### EXERCISE REQUIREMENTS
Please repeat the records, word for word and without gaps.
····················
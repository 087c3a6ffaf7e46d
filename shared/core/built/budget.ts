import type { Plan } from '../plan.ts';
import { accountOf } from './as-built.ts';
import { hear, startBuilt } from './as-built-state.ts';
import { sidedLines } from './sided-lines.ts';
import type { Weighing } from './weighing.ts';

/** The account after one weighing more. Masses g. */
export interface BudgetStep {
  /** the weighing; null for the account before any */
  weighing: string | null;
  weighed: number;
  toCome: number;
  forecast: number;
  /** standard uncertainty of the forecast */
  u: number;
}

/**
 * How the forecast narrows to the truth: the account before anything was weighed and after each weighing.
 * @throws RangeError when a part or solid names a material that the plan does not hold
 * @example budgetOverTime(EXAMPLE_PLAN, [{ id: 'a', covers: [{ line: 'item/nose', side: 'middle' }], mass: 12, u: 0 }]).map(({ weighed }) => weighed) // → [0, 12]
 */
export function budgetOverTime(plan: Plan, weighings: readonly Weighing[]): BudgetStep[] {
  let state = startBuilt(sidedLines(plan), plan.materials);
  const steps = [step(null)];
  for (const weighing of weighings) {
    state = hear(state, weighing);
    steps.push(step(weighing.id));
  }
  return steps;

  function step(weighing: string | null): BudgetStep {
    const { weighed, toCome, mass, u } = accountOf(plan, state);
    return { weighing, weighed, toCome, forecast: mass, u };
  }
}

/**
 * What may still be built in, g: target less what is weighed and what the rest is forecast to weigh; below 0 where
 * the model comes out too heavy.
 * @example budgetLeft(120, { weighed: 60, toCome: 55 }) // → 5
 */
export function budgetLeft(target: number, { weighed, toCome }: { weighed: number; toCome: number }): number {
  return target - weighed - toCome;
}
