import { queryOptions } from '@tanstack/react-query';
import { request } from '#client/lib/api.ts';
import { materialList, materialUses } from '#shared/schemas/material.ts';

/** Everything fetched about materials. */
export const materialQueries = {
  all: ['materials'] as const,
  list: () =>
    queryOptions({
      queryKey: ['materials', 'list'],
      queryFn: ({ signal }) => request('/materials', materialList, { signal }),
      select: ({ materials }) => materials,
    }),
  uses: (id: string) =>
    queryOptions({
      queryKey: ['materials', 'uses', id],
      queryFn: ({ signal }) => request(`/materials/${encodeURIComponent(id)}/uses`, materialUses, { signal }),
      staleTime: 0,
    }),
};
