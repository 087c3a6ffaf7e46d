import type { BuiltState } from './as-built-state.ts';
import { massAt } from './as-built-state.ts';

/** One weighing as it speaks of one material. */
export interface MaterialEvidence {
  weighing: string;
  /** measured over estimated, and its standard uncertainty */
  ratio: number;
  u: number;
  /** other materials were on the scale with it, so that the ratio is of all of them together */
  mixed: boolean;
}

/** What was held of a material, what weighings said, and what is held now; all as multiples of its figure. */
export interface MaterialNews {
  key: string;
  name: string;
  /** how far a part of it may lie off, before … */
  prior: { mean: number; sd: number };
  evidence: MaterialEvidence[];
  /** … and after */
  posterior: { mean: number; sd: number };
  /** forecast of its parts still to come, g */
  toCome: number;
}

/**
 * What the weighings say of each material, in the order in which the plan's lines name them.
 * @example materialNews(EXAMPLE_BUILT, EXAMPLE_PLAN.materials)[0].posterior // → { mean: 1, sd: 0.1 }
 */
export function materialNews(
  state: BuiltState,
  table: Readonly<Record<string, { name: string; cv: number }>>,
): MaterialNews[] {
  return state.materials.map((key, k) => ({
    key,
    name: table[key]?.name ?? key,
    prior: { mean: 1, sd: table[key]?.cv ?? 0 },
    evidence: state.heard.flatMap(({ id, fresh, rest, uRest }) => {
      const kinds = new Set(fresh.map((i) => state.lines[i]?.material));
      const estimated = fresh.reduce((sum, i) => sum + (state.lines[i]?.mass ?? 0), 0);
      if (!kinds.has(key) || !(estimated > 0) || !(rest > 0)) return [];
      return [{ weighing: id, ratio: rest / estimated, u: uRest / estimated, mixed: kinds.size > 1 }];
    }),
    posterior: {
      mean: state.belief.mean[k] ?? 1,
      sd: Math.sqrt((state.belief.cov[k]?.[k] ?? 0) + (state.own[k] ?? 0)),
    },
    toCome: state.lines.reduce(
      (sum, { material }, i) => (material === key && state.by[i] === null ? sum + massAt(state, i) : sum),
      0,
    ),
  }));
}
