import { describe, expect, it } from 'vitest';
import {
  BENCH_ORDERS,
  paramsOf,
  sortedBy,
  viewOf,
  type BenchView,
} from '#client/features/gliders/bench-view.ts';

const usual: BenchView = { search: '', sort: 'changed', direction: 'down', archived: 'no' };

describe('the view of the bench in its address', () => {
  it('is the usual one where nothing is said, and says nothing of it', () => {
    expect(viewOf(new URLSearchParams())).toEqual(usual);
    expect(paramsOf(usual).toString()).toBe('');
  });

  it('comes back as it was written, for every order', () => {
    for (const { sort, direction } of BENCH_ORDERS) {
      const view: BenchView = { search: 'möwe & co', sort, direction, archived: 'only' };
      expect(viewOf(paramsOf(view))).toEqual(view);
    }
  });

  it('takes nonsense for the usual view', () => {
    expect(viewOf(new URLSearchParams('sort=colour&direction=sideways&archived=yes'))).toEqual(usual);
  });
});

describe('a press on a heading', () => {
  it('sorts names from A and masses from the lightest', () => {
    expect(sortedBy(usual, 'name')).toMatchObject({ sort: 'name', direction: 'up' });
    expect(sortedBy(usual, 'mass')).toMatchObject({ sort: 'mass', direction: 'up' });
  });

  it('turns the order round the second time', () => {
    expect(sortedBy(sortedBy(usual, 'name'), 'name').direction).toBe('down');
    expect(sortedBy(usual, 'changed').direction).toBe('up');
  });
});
····················
### SOLVED PROBLEM
repository 087c3a6ffaf7e46d
filename shared/core/built/budget.ts
import type { Plan } from '../plan.ts';
import { accountOf } from './as-built.ts';
import { hear, startBuilt } from './as-built-state.ts';
import { sidedLines } from './sided-lines.ts';
import type { Weighing } from './weighing.ts';

/** The account after one weighing more. Masses g. */
export interface BudgetStep {
  /** the weighing; null for the account before any */
  weighing: string | null;
  weighed: number;
  toCome: number;
  forecast: number;
  /** standard uncertainty of the forecast */
  u: number;
}

/**
 * How the forecast narrows to the truth: the account before anything was weighed and after each weighing.
 * @throws RangeError when a part or solid names a material that the plan does not hold
 * @example budgetOverTime(EXAMPLE_PLAN, [{ id: 'a', covers: [{ line: 'item/nose', side: 'middle' }], mass: 12, u: 0 }]).map(({ weighed }) => weighed) // → [0, 12]
 */
export function budgetOverTime(plan: Plan, weighings: readonly Weighing[]): BudgetStep[] {
  let state = startBuilt(sidedLines(plan), plan.materials);
  const steps = [step(null)];
  for (const weighing of weighings) {
    state = hear(state, weighing);
    steps.push(step(weighing.id));
  }
  return steps;

  function step(weighing: string | null): BudgetStep {
    const { weighed, toCome, mass, u } = accountOf(plan, state);
    return { weighing, weighed, toCome, forecast: mass, u };
  }
}

/**
 * What may still be built in, g: target less what is weighed and what the rest is forecast to weigh; below 0 where
 * the model comes out too heavy.
 * @example budgetLeft(120, { weighed: 60, toCome: 55 }) // → 5
 */
export function budgetLeft(target: number, { weighed, toCome }: { weighed: number; toCome: number }): number {
  return target - weighed - toCome;
}
import { queryOptions } from '@tanstack/react-query';
import { request } from '#client/lib/api.ts';
import { materialList, materialUses } from '#shared/schemas/material.ts';

/** Everything fetched about materials. */
export const materialQueries = {
  all: ['materials'] as const,
  list: () =>
    queryOptions({
      queryKey: ['materials', 'list'],
      queryFn: ({ signal }) => request('/materials', materialList, { signal }),
      select: ({ materials }) => materials,
    }),
  uses: (id: string) =>
    queryOptions({
      queryKey: ['materials', 'uses', id],
      queryFn: ({ signal }) => request(`/materials/${encodeURIComponent(id)}/uses`, materialUses, { signal }),
      staleTime: 0,
    }),
};
repository 087c3a6ffaf7e46d
import type { BuiltState } from './as-built-state.ts';
import { massAt } from './as-built-state.ts';

/** One weighing as it speaks of one material. */
export interface MaterialEvidence {
  weighing: string;
  /** measured over estimated, and its standard uncertainty */
  ratio: number;
  u: number;
  /** other materials were on the scale with it, so that the ratio is of all of them together */
  mixed: boolean;
}

/** What was held of a material, what weighings said, and what is held now; all as multiples of its figure. */
export interface MaterialNews {
  key: string;
  name: string;
  /** how far a part of it may lie off, before … */
  prior: { mean: number; sd: number };
  evidence: MaterialEvidence[];
  /** … and after */
  posterior: { mean: number; sd: number };
  /** forecast of its parts still to come, g */
  toCome: number;
}

/**
 * What the weighings say of each material, in the order in which the plan's lines name them.
 * @example materialNews(EXAMPLE_BUILT, EXAMPLE_PLAN.materials)[0].posterior // → { mean: 1, sd: 0.1 }
 */
export function materialNews(
  state: BuiltState,
  table: Readonly<Record<string, { name: string; cv: number }>>,
): MaterialNews[] {
  return state.materials.map((key, k) => ({
    key,
    name: table[key]?.name ?? key,
    prior: { mean: 1, sd: table[key]?.cv ?? 0 },
    evidence: state.heard.flatMap(({ id, fresh, rest, uRest }) => {
      const kinds = new Set(fresh.map((i) => state.lines[i]?.material));
      const estimated = fresh.reduce((sum, i) => sum + (state.lines[i]?.mass ?? 0), 0);
      if (!kinds.has(key) || !(estimated > 0) || !(rest > 0)) return [];
      return [{ weighing: id, ratio: rest / estimated, u: uRest / estimated, mixed: kinds.size > 1 }];
    }),
    posterior: {
      mean: state.belief.mean[k] ?? 1,
      sd: Math.sqrt((state.belief.cov[k]?.[k] ?? 0) + (state.own[k] ?? 0)),
    },
    toCome: state.lines.reduce(
      (sum, { material }, i) => (material === key && state.by[i] === null ? sum + massAt(state, i) : sum),
      0,
    ),
  }));
}
import { describe, expect, it } from 'vitest';
import {
  BENCH_ORDERS,
  paramsOf,
  sortedBy,
  viewOf,
  type BenchView,
} from '#client/features/gliders/bench-view.ts';

const usual: BenchView = { search: '', sort: 'changed', direction: 'down', archived: 'no' };

describe('the view of the bench in its address', () => {
  it('is the usual one where nothing is said, and says nothing of it', () => {
    expect(viewOf(new URLSearchParams())).toEqual(usual);
    expect(paramsOf(usual).toString()).toBe('');
  });

  it('comes back as it was written, for every order', () => {
    for (const { sort, direction } of BENCH_ORDERS) {
      const view: BenchView = { search: 'möwe & co', sort, direction, archived: 'only' };
      expect(viewOf(paramsOf(view))).toEqual(view);
    }
  });

  it('takes nonsense for the usual view', () => {
    expect(viewOf(new URLSearchParams('sort=colour&direction=sideways&archived=yes'))).toEqual(usual);
  });
});

describe('a press on a heading', () => {
  it('sorts names from A and masses from the lightest', () => {
    expect(sortedBy(usual, 'name')).toMatchObject({ sort: 'name', direction: 'up' });
    expect(sortedBy(usual, 'mass')).toMatchObject({ sort: 'mass', direction: 'up' });
  });

  it('turns the order round the second time', () => {
    expect(sortedBy(sortedBy(usual, 'name'), 'name').direction).toBe('down');
    expect(sortedBy(usual, 'changed').direction).toBe('up');
  });
});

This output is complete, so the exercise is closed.